7 июля. Похоже, и впрямь исчез. Ну и слава богу.
30 июля. Нашли его ружье возле трясины. Значит, кончено, потому что оттуда даже лось лет пять назад выбраться не смог, что уж тут о человеке говорить. Жена в голос воет. Бабы – дуры. Муж всю жизнь ее колотил, а она чего-то жалеет. Радоваться бы надо, что от него избавилась.
Получил письмо от дальней родственницы. Знать, совсем я сдал. Предлагает приехать и жить при моей особе. Никак на наследство метит… Шалишь!
7 сентября. Видел Севастьянова. Совсем сдал человек. Вроде бы тот, да и не тот, одни бакенбарды остались. Пробовал вразумить его, да без толку. Хочет найти жену и вернуть ее домой. Ушел со службы, рассылает объявления в газеты. Весь извелся от тоски. Я, говорит, ради нее на все готов, пусть она только вернется. Чудно́! Столько кругом барышень и хорошеньких, и образованных, и даже с капиталом, а он, прости господи, свихнулся на той белокурой дряни. Какая-то бывшая артистка, которая состояла в Москве на содержании, а потом для чего-то вышла замуж. Говорил мне, мол, надеется, что она все-таки одумается. И жаль мне его, и глядеть тошно. Ушел к себе. Завтра судебное заседание, а уже сейчас голова трещит, словно в ней гусарский полк в атаку мчится. К черту. Кто мне завтра попадется, всех упеку по 119-й. Будут знать, как мне досаждать. Всех отучу зря таскаться по судам».
– Госпожа баронесса!
Амалия подняла глаза от дневника и захлопнула исписанную крупным, размашистым почерком тетрадь. Лизавета, стоя у дверей, на всякий случай присела. Она еще не вполне справлялась со своими новыми обязанностями, но новая хозяйка была на редкость снисходительна и не корила ее за промахи.
– Там приехали… Видеть вас желают-с.
– Кто? – спросила Амалия.
– Маврикий Алпатыч Фомичев, – заторопилась Лизавета. – Говорят, у него до вас дело.
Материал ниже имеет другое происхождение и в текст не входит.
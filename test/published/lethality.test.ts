import { describe, expect, it } from "vitest";
import { Refusal } from "../../src/core";
import { timeGrid } from "../../src/core/log";
import { type LethalityMethod, lethality, meanKinetic } from "../../src/core/survey";
import { publishedLethality, publishedMeanKinetic } from "./lethality";

function given<T>(value: T | Refusal): T {
  if (value instanceof Refusal) throw new Error(value.message());
  return value;
}

/** A steady load, a scan a minute. */
function f(
  minutes: number,
  temperature: number,
  reference: number,
  z: number,
  method: LethalityMethod,
): number {
  const times = Float64Array.from({ length: minutes + 1 }, (_, i) => i);
  const settings = given(lethality({ reference, z, method }));
  return given(
    settings(
      given(timeGrid(times)),
      times.map(() => temperature),
    ),
  ).f;
}

describe.each(publishedLethality)("F values: $source", ({ rows }) => {
  it.each(rows)(
    "$minutes min at $temperature °C, reference $reference °C, z $z °C: $f min",
    ({ minutes, temperature, reference, z, f: printed, tolerance }) => {
      for (const method of ["straight", "trapezoid"] as const) {
        const found = f(minutes, temperature, reference, z, method);
        expect(Math.abs(found - printed)).toBeLessThanOrEqual(tolerance);
      }
    },
  );
});

describe("the reference temperature of F0", () => {
  it("is an argument: 121, 121.1 and 121.11 °C, all in print, differ by up to 2.6 %", () => {
    const [a, b, c] = [121, 121.1, 121.11].map((reference) => f(15, 121, reference, 10, "straight")) as [
      number,
      number,
      number,
    ];
    expect(a).toBeGreaterThan(b);
    expect(b).toBeGreaterThan(c);
    expect(a / c - 1).toBeGreaterThan(0.025);
    expect(a / c - 1).toBeLessThan(0.0261);
  });
});

describe("mean kinetic temperature with the published activation energy", () => {
  const { temperatures, meanKinetic: printed, arithmetic, tolerance } = publishedMeanKinetic;

  it(`of ${temperatures.join(", ")} °C is ${printed} °C`, () => {
    const found = given(given(meanKinetic())(Float64Array.from(temperatures)));
    expect(Math.abs(found - printed)).toBeLessThanOrEqual(tolerance);
  });

  it("is not the plain mean that a page in print calls by its name", () => {
    const found = given(given(meanKinetic())(Float64Array.from(temperatures)));
    expect(found - arithmetic).toBeGreaterThan(0.7);
  });
});
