func TestDragWhilePausedIsSeenAtOnce(t *testing.T) {
	synctest.Test(t, func(t *testing.T) {
		b := newBench(t, room(t), Opening{Tick: 100})
		v := b.join()
		settle()
		v.take()
		for i := range 20 {
			b.say(v, fmt.Sprintf(`{"kind":"drag","what":"solid","id":"desk","x":%g,"y":2.5}`, 3+0.05*float64(i)))
		}
		b.say(v, `{"kind":"drag","what":"goal","x":6.5,"y":3.25}`)
		settle()
		f := hear(t, last(t, v.take(), "frame"))
		if len(f.Moved) != 1 || f.Moved[0] != [3]any{"desk", 3.95, 2.5} || f.Goal != [2]float64{6.5, 3.25} || f.Tick != 100 {
			t.Errorf("moved %v, goal %v, tick %d", f.Moved, f.Goal, f.Tick)
		}
		b.in(func() {
			if n := len(b.s.run.Edits()); n != 2 {
				t.Errorf("%d edits for two things at one tick", n)
			}
		})
		b.say(v, `{"kind":"drag","what":"solid","id":"desk","x":4,"y":2.5,"done":true}`)
		settle()
		g := greet(t, last(t, v.take(), "hello"))
		if g.Solids[1].Points[0] != [2]float64{4, 2.5} || g.Solids[1].Points[2] != [2]float64{4.6, 3.6} {
			t.Errorf("the desk is at %v", g.Solids[1].Points)
		}
	})
}

func TestDragInARunningRobotIsThinnedAndEndsWhereItWasDropped(t *testing.T) {
	synctest.Test(t, func(t *testing.T) {
		b := newBench(t, room(t), Opening{Playing: true})
		v := b.join()
		at := 3.0
		for range 300 { // 3 s at 100 messages a second
			at += 0.001
			b.say(v, fmt.Sprintf(`{"kind":"drag","what":"goal","x":7,"y":%g}`, at))
			time.Sleep(10 * time.Millisecond)
		}
		b.say(v, `{"kind":"drag","what":"goal","x":7,"y":3.456,"done":true}`)
		b.in(func() {
			edits := b.s.run.Edits()
			if n := len(edits); n < 40 || n > 62 {
				t.Errorf("%d edits in 3 s; one every 50 ms is meant", n)
			}
			if y := edits[len(edits)-1].Pos.Y; y != 3.456 {
				t.Errorf("the goal was left at %v", y)
			}
			for i := 2; i < len(edits)-1; i++ {
				if edits[i].Tick-edits[i-1].Tick < 10 {
					t.Errorf("edits at ticks %d and %d", edits[i-1].Tick, edits[i].Tick)
				}
			}
		})
	})
}
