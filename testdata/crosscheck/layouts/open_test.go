package layouts

import (
	"fmt"
	"path/filepath"
	"testing"

	"maskpair/testdata/crosscheck/outside"
)

// This file is about the open layouts.

func TestOpenLayouts(t *testing.T) {
	program := outside.Maskpair(t)
	type run struct {
		name string
		layer
	}
	var questions []question
	var runs [][]run
	for _, c := range []struct {
		layout   string
		layer    int
		dbuPerNM float64
		nm       []float64
	}{
		{"asap7_cells_R", 19, 4, []float64{36, 30, 25, 20}},
		{"asap7_cells_R", 18, 4, []float64{40, 54}},
		{"asap7_cells_R", 17, 4, []float64{60, 40}},
		{"ihp_stdcell", 6, 1, []float64{300, 200}},
		{"ihp_stdcell", 8, 1, []float64{240, 200}},
	} {
		path, err := filepath.Abs(filepath.Join("../../open", c.layout+".gds.gz"))
		if err != nil {
			t.Fatal(err)
		}
		q := question{Path: path, Drawn: [][2]int{{c.layer, 0}}, MaskA: [2]int{c.layer, maskA}, MaskB: [2]int{c.layer, maskB}}
		var of []run
		for i, nm := range c.nm {
			r, output := decompose(t, program, path, q.Drawn, nm, "nm")
			of = append(of, run{fmt.Sprintf("%s_%d_%gnm", c.layout, c.layer, nm), r})
			q.Spacings = append(q.Spacings, int64(nm*c.dbuPerNM))
			if r.Spacing != q.Spacings[i] {
				t.Errorf("%s: the spacing is reported as %d, not %d", of[i].name, r.Spacing, q.Spacings[i])
			}
			if i == 0 {
				q.Output = output
			}
		}
		questions, runs = append(questions, q), append(runs, of)
	}
	outside.Packages(t, "python3-numpy", "python3-scipy")
	for i, found := range judge(t, questions) {
		for k, f := range found {
			r := runs[i][k]
			t.Run(r.name, func(t *testing.T) {
				hold(t, r.layer, f, k == 0)
				components, odd, of := double(f.Shapes, f.Pairs)
				if r.Components != components || r.Odd != odd {
					t.Errorf("%d components reported, %d of them odd; gonum finds %d and %d", r.Components, r.Odd, components, odd)
				}
				best := optimum(t, problems(components, of, f.Pairs))
				if !r.Proved || int64(r.Unresolved) != best || int64(r.LowerBound) != best {
					t.Errorf("%d unresolved pairs, lower bound %d, proved: %v; HiGHS finds %d", r.Unresolved, r.LowerBound, r.Proved, best)
				}
				t.Logf("%d figures, %d shapes, %d near pairs, %d components, %d odd, %d pairs stay", f.Figures, f.Shapes, f.NearPairs, components, odd, best)
			})
		}
	}
}
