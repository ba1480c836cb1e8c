package layouts

import (
	"bytes"
	"fmt"
	"math/rand/v2"
	"os"
	"path/filepath"
	"testing"

	"maskpair/gds"
	"maskpair/testdata/crosscheck/outside"
)

// This file draws random layouts: three levels of hierarchy, the eight orientations and odd angles, arrays, several tops,
// figures of any angle, keyholes, outlines that cross themselves, and Manhattan paths.

// figure writes one figure near the origin, no wider and higher than 80 units.
func figure(w *gds.Writer, rng *rand.Rand, layer gds.LayerType) {
	x, y := rng.Int32N(100)-50, rng.Int32N(100)-50
	long := func() int32 { return 4 + rng.Int32N(60) }
	switch rng.IntN(10) {
	case 0: // any triangle or quadrangle, which may cross itself
		var ring []gds.Point
		for range 3 + rng.IntN(2) {
			ring = append(ring, gds.Point{X: x + rng.Int32N(60), Y: y + rng.Int32N(60)})
		}
		w.Boundary(layer, ring)
	case 1: // a frame, as a keyhole
		a, b := long()+16, long()+16
		w.Boundary(layer, []gds.Point{{X: x, Y: y}, {X: x + a, Y: y}, {X: x + a, Y: y + b}, {X: x, Y: y + b}, {X: x, Y: y},
			{X: x + 6, Y: y + 6}, {X: x + 6, Y: y + b - 6}, {X: x + a - 6, Y: y + b - 6}, {X: x + a - 6, Y: y + 6}, {X: x + 6, Y: y + 6}})
	case 2: // an L
		a, b := long()+12, long()+12
		w.Boundary(layer, []gds.Point{{X: x, Y: y}, {X: x + a, Y: y}, {X: x + a, Y: y + 8}, {X: x + 8, Y: y + 8}, {X: x + 8, Y: y + b}, {X: x, Y: y + b}})
	case 3: // a wire
		style := gds.PathStyle{Type: int16(rng.IntN(2) * 2), Width: 2 * (1 + rng.Int32N(6))}
		w.Path(layer, style, []gds.Point{{X: x, Y: y}, {X: x + long(), Y: y}})
	case 4: // a diamond
		r := 5 + rng.Int32N(20)
		w.Boundary(layer, []gds.Point{{X: x - r, Y: y}, {X: x, Y: y - r}, {X: x + r, Y: y}, {X: x, Y: y + r}})
	default:
		w.Rectangle(layer, gds.Rect{X1: x, Y1: y, X2: x + 4 + rng.Int32N(20), Y2: y + long()})
	}
}

// place draws an orientation. With odd, some angles are no quarter turns; multiples of 15 degrees are left out, because half
// units, which could be rounded either way, would be common there.
func place(rng *rand.Rand, odd bool) gds.Strans {
	s := gds.Strans{Mirror: rng.IntN(2) == 0, Angle: 90 * float64(rng.IntN(4))}
	if odd && rng.IntN(4) == 0 {
		s.Angle = float64(15*rng.IntN(24)) + float64(1+rng.IntN(139))/10
	}
	return s
}

// layout writes a stream, and gives its path. far is where its tops lie.
func layout(t testing.TB, rng *rand.Rand, drawn [][2]int, odd bool, far gds.Point) string {
	t.Helper()
	var buf bytes.Buffer
	w := gds.NewWriter(&buf, gds.WriterOptions{})
	leaves := 1 + rng.IntN(3)
	for i := range leaves {
		w.BeginStructure(fmt.Sprintf("leaf%d", i))
		for range 1 + rng.IntN(4) {
			d := drawn[rng.IntN(len(drawn))]
			figure(w, rng, gds.LayerType{Layer: uint16(d[0]), Type: uint16(d[1])})
		}
		w.Rectangle(gds.LayerType{Layer: 99}, gds.Rect{X1: -60, Y1: -60, X2: 60, Y2: 60}) // not drawn
		w.EndStructure()
	}
	blocks := 1 + rng.IntN(2)
	for i := range blocks {
		w.BeginStructure(fmt.Sprintf("block%d", i))
		for range 1 + rng.IntN(3) {
			leaf := fmt.Sprintf("leaf%d", rng.IntN(leaves))
			at := gds.Point{X: rng.Int32N(500) - 250, Y: rng.Int32N(500) - 250}
			if rng.IntN(2) == 0 {
				w.SRef(leaf, place(rng, odd), at)
				continue
			}
			columns, rows := 1+rng.Int32N(5), 1+rng.Int32N(3)
			column, row := gds.Point{X: columns * (40 + rng.Int32N(90))}, gds.Point{Y: rows * (60 + rng.Int32N(90))}
			s := place(rng, false)
			for range int(s.Angle) / 90 { // gdspy knows lattices along the turned axes alone
				column, row = gds.Point{X: -column.Y, Y: column.X}, gds.Point{X: -row.Y, Y: row.X}
			}
			w.ARef(leaf, s, uint16(columns), uint16(rows), at, gds.Point{X: at.X + column.X, Y: at.Y + column.Y}, gds.Point{X: at.X + row.X, Y: at.Y + row.Y})
		}
		w.EndStructure()
	}
	for i := range 1 + rng.IntN(2) {
		w.BeginStructure(fmt.Sprintf("top%d", i))
		d := drawn[0]
		w.Rectangle(gds.LayerType{Layer: uint16(d[0]), Type: uint16(d[1])}, gds.Rect{X1: far.X, Y1: far.Y, X2: far.X + 30, Y2: far.Y + 12})
		for k := range blocks {
			for range 1 + rng.IntN(3) {
				w.SRef(fmt.Sprintf("block%d", k), place(rng, odd), gds.Point{X: far.X + rng.Int32N(1200) - 600, Y: far.Y + rng.Int32N(1200) - 600})
			}
		}
		w.EndStructure()
	}
	if err := w.Close(); err != nil {
		t.Fatal(err)
	}
	name := filepath.Join(t.TempDir(), "in.gds")
	if err := os.WriteFile(name, buf.Bytes(), 0o600); err != nil {
		t.Fatal(err)
	}
	return name
}

func TestRandomLayouts(t *testing.T) {
	program := outside.Maskpair(t)
	outside.Packages(t, "python3-numpy", "python3-scipy")
	rng := rand.New(rand.NewPCG(41, 1))
	var questions []question
	var reports []layer
	for n := range 120 {
		drawn := [][2]int{{19, 0}}
		if n%4 == 0 {
			drawn = append(drawn, [2]int{7, 3})
		}
		var far gds.Point
		if n%3 == 0 {
			far = gds.Point{X: []int32{-1 << 20, 1 << 20}[rng.IntN(2)], Y: rng.Int32N(1 << 20)}
		}
		spacing := 5 + rng.Int64N(56)
		path := layout(t, rng, drawn, n%2 == 1, far)
		r, output := decompose(t, program, path, drawn, float64(spacing), "nm")
		reports = append(reports, r)
		questions = append(questions, question{path, drawn, []int64{spacing}, output, [2]int{19, maskA}, [2]int{19, maskB}})
	}
	var all []problem
	stay, figures, odd := 0, 0, 0
	for n, found := range judge(t, questions) {
		t.Run(fmt.Sprint(n), func(t *testing.T) {
			f, r := found[0], reports[n]
			hold(t, r, f, true)
			components, odds, of := double(f.Shapes, f.Pairs)
			if r.Components != components || r.Odd != odds {
				t.Errorf("%d components reported, %d of them odd; gonum finds %d and %d", r.Components, r.Odd, components, odds)
			}
			if !r.Proved || r.LowerBound != r.Unresolved {
				t.Errorf("%d unresolved pairs, lower bound %d, proved: %v", r.Unresolved, r.LowerBound, r.Proved)
			}
			all = append(all, problems(components, of, f.Pairs)...)
			stay, figures, odd = stay+r.Unresolved, figures+f.Figures, odd+odds
			if t.Failed() {
				keep(t, questions[n])
			}
		})
	}
	t.Logf("%d figures, %d odd components, %d pairs stay", figures, odd, stay)
	if best := optimum(t, all); int64(stay) != best {
		t.Errorf("%d unresolved pairs in all layouts together; HiGHS finds %d", stay, best)
	}
	if figures < 5000 || odd < 100 {
		t.Errorf("the layouts are too poor: %d figures, %d odd components", figures, odd)
	}
}

// keep leaves the files of a failed case where CROSSCHECK_KEEP says.
func keep(t testing.TB, q question) {
	t.Helper()
	dir := os.Getenv("CROSSCHECK_KEEP")
	if dir == "" {
		return
	}
	for from, to := range map[string]string{q.Path: "in.gds", q.Output: "out.gds"} {
		data, err := os.ReadFile(from)
		if err == nil {
			err = os.WriteFile(filepath.Join(dir, filepath.Base(t.Name())+to), data, 0o600)
		}
		if err != nil {
			t.Error(err)
		}
	}
	t.Logf("drawn %v, spacings %v", q.Drawn, q.Spacings)
}
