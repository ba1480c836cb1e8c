package facing

import (
	"fmt"
	"math"
	"math/big"
	"math/rand/v2"
	"slices"
	"testing"

	"maskpair/decompose/geom"
)

// The slow twin: outlines by cutting all edges at all crossings and asking on which side of each piece there is a figure, and then all
// pairs of edges and corners, in exact fractions and straight from the definition. It shares no code with the package.

type frac = *big.Rat

func num(v int64) frac            { return big.NewRat(v, 1) }
func plus(a, b frac) frac         { return new(big.Rat).Add(a, b) }
func minus(a, b frac) frac        { return new(big.Rat).Sub(a, b) }
func times(a, b frac) frac        { return new(big.Rat).Mul(a, b) }
func over(a, b frac) frac         { return new(big.Rat).Quo(a, b) }
func lower(a, b frac) bool        { return a.Cmp(b) < 0 }
func smaller(a, b frac) frac      { return pick(lower(a, b), a, b) }
func greater(a, b frac) frac      { return pick(lower(a, b), b, a) }
func pick(c bool, a, b frac) frac { return map[bool]frac{true: a, false: b}[c] }

type spot struct{ x, y frac }

func (p spot) plus(q spot) spot    { return spot{plus(p.x, q.x), plus(p.y, q.y)} }
func (p spot) minus(q spot) spot   { return spot{minus(p.x, q.x), minus(p.y, q.y)} }
func (p spot) scaled(f frac) spot  { return spot{times(p.x, f), times(p.y, f)} }
func (p spot) cross(q spot) frac   { return minus(times(p.x, q.y), times(p.y, q.x)) }
func (p spot) dot(q spot) frac     { return plus(times(p.x, q.x), times(p.y, q.y)) }
func (p spot) same(q spot) bool    { return p.x.Cmp(q.x) == 0 && p.y.Cmp(q.y) == 0 }
func (p spot) name() string        { return p.x.RatString() + "," + p.y.RatString() }
func (p spot) angle() float64      { x, _ := p.x.Float64(); y, _ := p.y.Float64(); return math.Atan2(y, x) }
func (p spot) axisParallel() bool  { return p.x.Sign() == 0 || p.y.Sign() == 0 }
func (p spot) along(up bool) frac  { return pick(up, p.y, p.x) }
func (p spot) across(up bool) frac { return pick(up, p.x, p.y) }

// twinFigure is a closed outline, filled even-odd.
type twinFigure []geom.Point

func (f twinFigure) spots() []spot {
	var out []spot
	for _, p := range f {
		out = append(out, spot{num(p.X), num(p.Y)})
	}
	return out
}

// holds tells whether a figure holds a point that is on no edge.
func (f twinFigure) holds(p spot) bool {
	in := false
	c := f.spots()
	for i, a := range c {
		b := c[(i+1)%len(c)]
		if lower(p.y, a.y) != lower(p.y, b.y) {
			x := plus(a.x, over(times(minus(p.y, a.y), minus(b.x, a.x)), minus(b.y, a.y)))
			in = in != lower(p.x, x)
		}
	}
	return in
}

// twinEdge is an edge of an outline, filled on its left; fromAngle and toAngle compare the filled angles at its ends with 180 degrees.
type twinEdge struct {
	a, b                 spot
	fromAngle, toAngle   int
	fromSquare, toSquare bool
}

func (e twinEdge) way() spot { return e.b.minus(e.a) }

// twinWedge is a filled angle of at most 180 degrees at a point of the outline, between an edge that goes out and one that comes in.
type twinWedge struct {
	at, out, in spot // in as seen from the point
	square      bool
	straight    bool
}

type twinShape struct {
	figures []twinFigure
	edges   []twinEdge
	wedges  []twinWedge
}

func (s *twinShape) holds(p spot) bool {
	return slices.ContainsFunc(s.figures, func(f twinFigure) bool { return f.holds(p) })
}

var tiny = big.NewRat(1, 1_000_000_000_000)

func newTwin(figures []twinFigure) *twinShape {
	s := &twinShape{figures: figures}
	type segment struct{ a, b spot }
	var all []segment
	for _, f := range figures {
		c := f.spots()
		for i := range c {
			if next := c[(i+1)%len(c)]; !c[i].same(next) {
				all = append(all, segment{c[i], next})
			}
		}
	}
	pieces := map[string]segment{}
	for _, e := range all {
		way := e.b.minus(e.a)
		cuts := []frac{num(0), num(1)}
		cut := func(p spot) {
			if t := over(p.minus(e.a).dot(way), way.dot(way)); t.Sign() > 0 && lower(t, num(1)) {
				cuts = append(cuts, t)
			}
		}
		for _, f := range all {
			g := f.b.minus(f.a)
			if den := way.cross(g); den.Sign() != 0 {
				t, u := over(f.a.minus(e.a).cross(g), den), over(f.a.minus(e.a).cross(way), den)
				if u.Sign() >= 0 && !lower(num(1), u) {
					cut(e.a.plus(way.scaled(t)))
				}
			} else if way.cross(f.a.minus(e.a)).Sign() == 0 {
				cut(f.a)
				cut(f.b)
			}
		}
		slices.SortFunc(cuts, func(p, q frac) int { return p.Cmp(q) })
		for i := 1; i < len(cuts); i++ {
			if cuts[i].Cmp(cuts[i-1]) == 0 {
				continue
			}
			p, q := e.a.plus(way.scaled(cuts[i-1])), e.a.plus(way.scaled(cuts[i]))
			mid := p.plus(q).scaled(big.NewRat(1, 2))
			side := spot{times(way.y, num(-1)), way.x}.scaled(tiny)
			l, r := s.holds(mid.plus(side)), s.holds(mid.minus(side))
			if l && !r {
				pieces[p.name()+" "+q.name()] = segment{p, q}
			} else if r && !l {
				pieces[q.name()+" "+p.name()] = segment{q, p}
			}
		}
	}
	// The filled angles at each point: from a piece that goes out counter-clockwise to one that comes in.
	type end struct {
		piece string
		out   bool
		away  spot
	}
	at := map[string][]end{}
	point := map[string]spot{}
	for name, p := range pieces {
		at[p.a.name()] = append(at[p.a.name()], end{name, true, p.b.minus(p.a)})
		at[p.b.name()] = append(at[p.b.name()], end{name, false, p.a.minus(p.b)})
		point[p.a.name()], point[p.b.name()] = p.a, p.b
	}
	next, before := map[string]string{}, map[string]string{}
	fromAngle, toAngle := map[string]int{}, map[string]int{}
	square := map[string]bool{} // by piece that comes in
	for v, ends := range at {
		slices.SortFunc(ends, func(p, q end) int {
			switch a, b := p.away.angle(), q.away.angle(); {
			case a < b:
				return -1
			case a > b:
				return 1
			}
			return 0
		})
		for i, out := range ends {
			if !out.out {
				continue
			}
			in := ends[(i+1)%len(ends)]
			if in.out {
				panic("two edges go out of one point side by side")
			}
			cross, dot := out.away.cross(in.away), out.away.dot(in.away)
			angle := -cross.Sign() // below 180 degrees: -1
			if cross.Sign() == 0 && dot.Sign() > 0 {
				angle = 1
			}
			next[in.piece], before[out.piece] = out.piece, in.piece
			toAngle[in.piece], fromAngle[out.piece] = angle, angle
			square[in.piece] = angle < 0 && dot.Sign() == 0 && out.away.axisParallel()
			if angle <= 0 {
				s.wedges = append(s.wedges, twinWedge{point[v], out.away, in.away, square[in.piece], angle == 0})
			}
		}
	}
	for name, p := range pieces {
		if fromAngle[name] == 0 && before[name] != "" {
			continue
		}
		last := name
		for toAngle[last] == 0 && next[last] != "" {
			last = next[last]
		}
		s.edges = append(s.edges, twinEdge{p.a, pieces[last].b, fromAngle[name], toAngle[last], square[before[name]], square[last]})
	}
	return s
}

// touches tells whether two shapes have a point in common.
func (s *twinShape) touches(t *twinShape) bool {
	for _, e := range s.edges {
		for _, f := range t.edges {
			if distanceSq(e.a, f.a, f.b).Sign() == 0 || distanceSq(f.a, e.a, e.b).Sign() == 0 {
				return true
			}
			w, g := e.way(), f.way()
			if den := w.cross(g); den.Sign() != 0 {
				p, u := over(f.a.minus(e.a).cross(g), den), over(f.a.minus(e.a).cross(w), den)
				if p.Sign() >= 0 && u.Sign() >= 0 && !lower(num(1), p) && !lower(num(1), u) {
					return true
				}
			}
		}
	}
	inside := func(s, t *twinShape) bool {
		for _, e := range s.edges {
			if t.holds(e.a.plus(e.way().scaled(big.NewRat(1, 2)))) {
				return true
			}
		}
		return false
	}
	return inside(s, t) || inside(t, s)
}

func distanceSq(p, a, b spot) frac {
	w := b.minus(a)
	part := over(p.minus(a).dot(w), w.dot(w))
	part = greater(num(0), smaller(num(1), part))
	d := p.minus(a.plus(w.scaled(part)))
	return d.dot(d)
}

// twinPlace is a place where two shapes come near.
type twinPlace struct {
	rule     Rule
	spacing  int64
	distance frac // squared
}

// places gives all places of two shapes at which some rule asks for more than there is.
func places(r *Rules, s, t *twinShape) []twinPlace {
	var out []twinPlace
	keep := func(rule Rule, spacing int64, sq frac) {
		if lower(sq, num(spacing*spacing)) {
			out = append(out, twinPlace{rule, spacing, sq})
		}
	}
	type pair struct {
		e, f     twinEdge
		from, to frac
		up       bool
	}
	var facing []pair
	for _, e := range s.edges {
		for _, f := range t.edges {
			w, g := e.way(), f.way()
			if !w.axisParallel() || !g.axisParallel() || w.cross(g).Sign() != 0 || w.dot(g).Sign() > 0 {
				continue
			}
			up := w.x.Sign() == 0
			outward := spot{w.y, times(w.x, num(-1))}
			if f.a.minus(e.a).dot(outward).Sign() <= 0 {
				continue
			}
			from := greater(smaller(e.a.along(up), e.b.along(up)), smaller(f.a.along(up), f.b.along(up)))
			to := smaller(greater(e.a.along(up), e.b.along(up)), greater(f.a.along(up), f.b.along(up)))
			if !lower(from, to) {
				continue
			}
			facing = append(facing, pair{e, f, from, to, up})
			gap := minus(e.a.across(up), f.a.across(up))
			tips := 0
			for _, x := range [2]twinEdge{e, f} {
				if x.fromAngle < 0 && x.toAngle < 0 && !lower(num(r.TipWidth*r.TipWidth), x.way().dot(x.way())) {
					tips++
				}
			}
			rule := [3]Rule{SideToSide, TipToSide, TipToTip}[tips]
			spacing := [3]int64{r.SideToSide, r.TipToSide, r.TipToTip}[tips]
			for _, w := range r.Wide {
				if w.Spacing > spacing && (s.squareFits(e, from, to, w.Width) || t.squareFits(f, from, to, w.Width)) {
					rule, spacing = WidePart, w.Spacing
				}
			}
			keep(rule, spacing, times(gap, gap))
		}
	}
	// shared tells whether two points belong to what two edges have in common where they face each other.
	on := func(p spot, e twinEdge) bool { return distanceSq(p, e.a, e.b).Sign() == 0 }
	shared := func(p, q spot) bool {
		return slices.ContainsFunc(facing, func(x pair) bool {
			return on(p, x.e) && on(q, x.f) && p.along(x.up).Cmp(q.along(x.up)) == 0
		})
	}
	nearest := func(s *twinShape, w twinWedge, q spot) bool {
		v := q.minus(w.at)
		if v.dot(w.out).Sign() > 0 || v.dot(w.in).Sign() > 0 {
			return false
		}
		return !w.straight || v.cross(w.out).Sign() > 0 // the outside is on the right of what goes out
	}
	for _, w := range s.wedges {
		for _, x := range t.wedges {
			if !nearest(s, w, x.at) || !nearest(t, x, w.at) || shared(w.at, x.at) || axisStraight(w) || axisStraight(x) {
				continue
			}
			d := w.at.minus(x.at)
			if w.square && x.square {
				keep(CornerToCorner, r.CornerToCorner, d.dot(d))
			} else {
				keep(Other, r.Other, d.dot(d))
			}
		}
	}
	cornerAndEdge := func(w twinWedge, s *twinShape, f twinEdge, t *twinShape, swapped bool) {
		g := f.way()
		part := over(w.at.minus(f.a).dot(g), g.dot(g))
		if part.Sign() <= 0 || !lower(part, num(1)) || g.cross(w.at.minus(f.a)).Sign() >= 0 || axisStraight(w) {
			return
		}
		q := f.a.plus(g.scaled(part))
		if !nearest(s, w, q) || !swapped && shared(w.at, q) || swapped && shared(q, w.at) {
			return
		}
		d := w.at.minus(q)
		keep(Other, r.Other, d.dot(d))
	}
	for _, w := range s.wedges {
		for _, f := range t.edges {
			cornerAndEdge(w, s, f, t, false)
		}
	}
	for _, w := range t.wedges {
		for _, f := range s.edges {
			cornerAndEdge(w, t, f, s, true)
		}
	}
	return out
}

// axisStraight tells of points within an axis-parallel edge.
func axisStraight(w twinWedge) bool { return w.straight && w.out.axisParallel() }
«Так… – принялась соображать Амалия. – Стало быть, он вчера уже успел посовещаться с поверенным и, может быть, найти общий язык со вдовой судьи, а сегодня… Однако сей господин не любит терять время зря».
– Проси, – сказала она.
За окнами вкрадчиво, бархатно зашуршал дождь, а через минуту уже лило как из ведра. Амалия спрятала тетрадь и подошла к огню, весело полыхавшему в камине. Сырая, промозглая погода была вовсе не по ней, тем более при ее болезни, при которой следовало особенно беречься. Голоса. Шаги. Шаги тяжелые, словно ступает медведь. Амалия протянула ладони к огню и сделала вид, что ничего не замечает. Дверь открывается, и…
Амалия повернулась и прежде всего встретилась взглядом с веснушчатым юношей из лавки. Сегодня он был одет куда торжественнее, хотя было заметно, что длинные руки вылезают из рукавов серого сюртука. Увидев Амалию, он стушевался и нервно сглотнул, отчего кадык на его шее судорожно дернулся.
Что же до отца Антона, то он был одет точно так же, как и все подобные ему российские миллионеры. И вроде бы черная пара, пошитая хорошим портным, была безукоризненна, но золотая цепь жилетных часов своей толщиной напоминала кандальную, а перстни на руках заставили бы обмереть от восторга любого цыганского барона. Добавьте сюда сапоги – да-да, сверкающие, начищенные сапоги! – которые были совершенно неуместны и еще меньше подходили к золотой цепи, чем к безукоризненному костюму. Как ни старался Маврикий Алпатыч, сколько ни тратил на портных и ювелиров, он по-прежнему выглядел как выскочка, парвеню, moujik[18], который способен сморкаться в занавески и за столом наверняка не умеет держать вилку в левой руке. Сейчас он изо всех сил пытался произвести впечатление на Амалию, что было совершенно бесполезно. Она не любила людей такого склада, и, могу вас заверить, деньги тут были совершенно ни при чем.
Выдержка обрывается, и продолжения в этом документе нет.